* _Work to complete_
Pull every line with "kind" from the material.

* _Data for this task_
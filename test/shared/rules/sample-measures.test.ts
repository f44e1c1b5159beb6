import fc from 'fast-check';
import { describe, expect, it } from 'vitest';
import type { DayLight } from '../../../shared/rules/day-light.ts';
import { evaluateLimit, type MeasuredValue } from '../../../shared/rules/limits.ts';
import { measureDay, measureTolerance } from '../../../shared/rules/measures.ts';
import type { RuleMeasure } from '../../../shared/rules/rule-schema.ts';
import { sampleArea } from '../../../shared/shadow/sample-grid.ts';
import { makeRectangle } from '../../support/plane-scenes.ts';

/** 10 m by 10 m at half a metre: 20 rows of 20 points, and six judged hours. */
const points = sampleArea({
  rings: [makeRectangle(0, 0, 10, 10)],
  outside: [],
  areaM2: 100,
  gridM: 1,
  mostPoints: 10_000,
  withBorder: false,
});

/** A day on which each row of points, from the south, has these hours of sun. */
function dayOf(hoursOfRow: (row: number) => number): DayLight {
  const hours = Float64Array.from({ length: points.count }, (_, point) =>
    hoursOfRow(Math.floor(point / 20)),
  );
  return {
    date: '2026-12-21',
    areaM2: 100,
    isWindow: false,
    pointShare: 0,
    spans: [
      {
        atMs: [0, 6 * 3_600_000],
        lights: [],
        openShares: [1, 1],
        beamWm2: [0, 0],
      },
    ],
    samples: {
      points,
      hoursBefore: new Float64Array(points.count).fill(6),
      hoursAfter: hours,
      openHours: 6,
      judgedHours: 6,
    },
  };
}

const share = (hours: number): RuleMeasure => ({ kind: 'sun-share', hours });
const worst: RuleMeasure = { kind: 'worst-shade-hours' };

describe('measures of sample points', () => {
  // Rows have 0, 0.25, 0.5 … 4.75 hours: at least two from the ninth on, 12 of 20.
  const ramp = dayOf((row) => row / 4);

  it('count the points with at least the hours asked for', () => {
    expect(measureDay(share(2), ramp, 'after')).toBeCloseTo(12 / 20, 9);
    expect(measureDay({ kind: 'sun-area', hours: 2 }, ramp, 'after')).toBeCloseTo(60, 9);
    expect(measureDay(share(2), ramp, 'before')).toBe(1);
    expect(measureDay(share(6), ramp, 'theoretical')).toBe(1);
  });

  it('take no hours to mean more than none', () => {
    expect(measureDay(share(0), ramp, 'after')).toBeCloseTo(19 / 20, 9);
  });

  it('take the most shaded point for the worst hours', () => {
    expect(measureDay(worst, ramp, 'after')).toBe(6);
    expect(
      measureDay(
        worst,
        dayOf((row) => 2 + row / 4),
        'after',
      ),
    ).toBe(4);
    expect(measureDay(worst, ramp, 'theoretical')).toBe(0);
  });

  it('tolerate what one step, or one spacing, can change', () => {
    // A step of ten minutes moves the border between rows 7 and 8 nowhere, one of 20 by a row; the
    // border of 20 points moves by 20 of 400 with the grid: a twentieth.
    expect(measureTolerance(share(2), ramp, 10)).toBeCloseTo(1 / 20, 9);
    // An hour is four rows up, or four down.
    expect(measureTolerance(share(2), ramp, 60)).toBeCloseTo(4 / 20, 9);
    // The most shaded row and its neighbour differ by a quarter of an hour.
    expect(measureTolerance(worst, ramp, 10)).toBeCloseTo(0.25, 9);
  });

  it('keep their order whatever the hours are', () => {
    fc.assert(
      fc.property(
        fc.array(fc.double({ min: 0, max: 6, noNaN: true }), { minLength: 20, maxLength: 20 }),
        fc.double({ min: 0.1, max: 6, noNaN: true }),
        (rows, hours) => {
          const day = dayOf((row) => rows[row] ?? 0);
          const asked = measureDay(share(hours), day, 'after');
          expect(measureDay(share(0), day, 'after')).toBeGreaterThanOrEqual(asked);
          expect(measureDay(share(hours + 0.5), day, 'after')).toBeLessThanOrEqual(asked);
          // No point has fewer hours than the most shaded one.
          const fewest = 6 - measureDay(worst, day, 'after');
          expect(fewest).toBeCloseTo(Math.min(...rows), 9);
          if (hours <= fewest) expect(asked).toBe(1);
          // The four grids of twice the spacing are each a quarter of the points.
          const quarters = [0, 1, 2, 3].map((grid) => measureDay(share(hours), day, 'after', grid));
          expect(quarters.reduce((sum, one) => sum + one, 0) / 4).toBeCloseTo(asked, 9);
        },
      ),
    );
  });
});

describe('a finding that hangs on the grid', () => {
  const value: MeasuredValue = {
    before: 1,
    after: 0.52,
    theoretical: 1,
    tolerance: 0.001,
    whole: 1,
    coarser: [],
    largestNetNewM2: 0,
  };
  const hold = (afterByGrid: number[]) =>
    evaluateLimit({ atLeast: 0.5 }, share(2), 1, () => ({
      ...value,
      coarser: afterByGrid.map((after) => ({ before: 1, after, theoretical: 1 })),
    }));

  it('is close when any grid of twice the spacing decides otherwise', () => {
    expect(hold([0.53, 0.51, 0.52, 0.52])).toMatchObject({ met: true, close: false });
    expect(hold([0.53, 0.51, 0.55, 0.49])).toMatchObject({ met: true, close: true });
  });

  it('states how far the grids differ', () => {
    expect(hold([0.53, 0.51, 0.55, 0.49]).tests[0]?.samplingError).toBeCloseTo(0.03, 9);
    expect(hold([]).tests[0]?.samplingError).toBeNull();
  });
});

describe('limits on hours of shade', () => {
  // Of six judged hours two are shade before and three after: four of sun become three.
  const value: MeasuredValue = {
    before: 2,
    after: 3,
    theoretical: 0,
    tolerance: 0.1,
    whole: 6,
    coarser: [],
    largestNetNewM2: 50,
  };
  const isMet = (limit: Parameters<typeof evaluateLimit>[0]) =>
    evaluateLimit(limit, worst, 1, () => value).met;

  it('are of the sun that is left at the most shaded point', () => {
    // Three quarters of four hours are three.
    expect(isMet({ keeps: 0.75 })).toBe(true);
    expect(isMet({ keeps: 0.8 })).toBe(false);
    expect(isMet({ losesAtMost: 1 })).toBe(true);
    expect(isMet({ losesAtMost: 0.9 })).toBe(false);
    expect(isMet({ losesAtMostShare: 0.25, of: 'before' })).toBe(true);
    // A sixth of the six hours without any building.
    expect(isMet({ losesAtMostShare: 0.16, of: 'theoretical' })).toBe(false);
    expect(isMet({ losesAtMostShare: 0.17, of: 'theoretical' })).toBe(true);
  });

  it('hold no-worse hours to the hours, not to the place', () => {
    expect(isMet({ noWorse: true })).toBe(false);
    expect(evaluateLimit({ noWorse: true }, worst, 1, () => ({ ...value, after: 2 })).met).toBe(
      true,
    );
  });
});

* _Completed task_
const share = (hours: number): RuleMeasure => ({ kind: 'sun-share', hours });
const worst: RuleMeasure = { kind: 'worst-shade-hours' };
    expect(measureDay({ kind: 'sun-area', hours: 2 }, ramp, 'after')).toBeCloseTo(60, 9);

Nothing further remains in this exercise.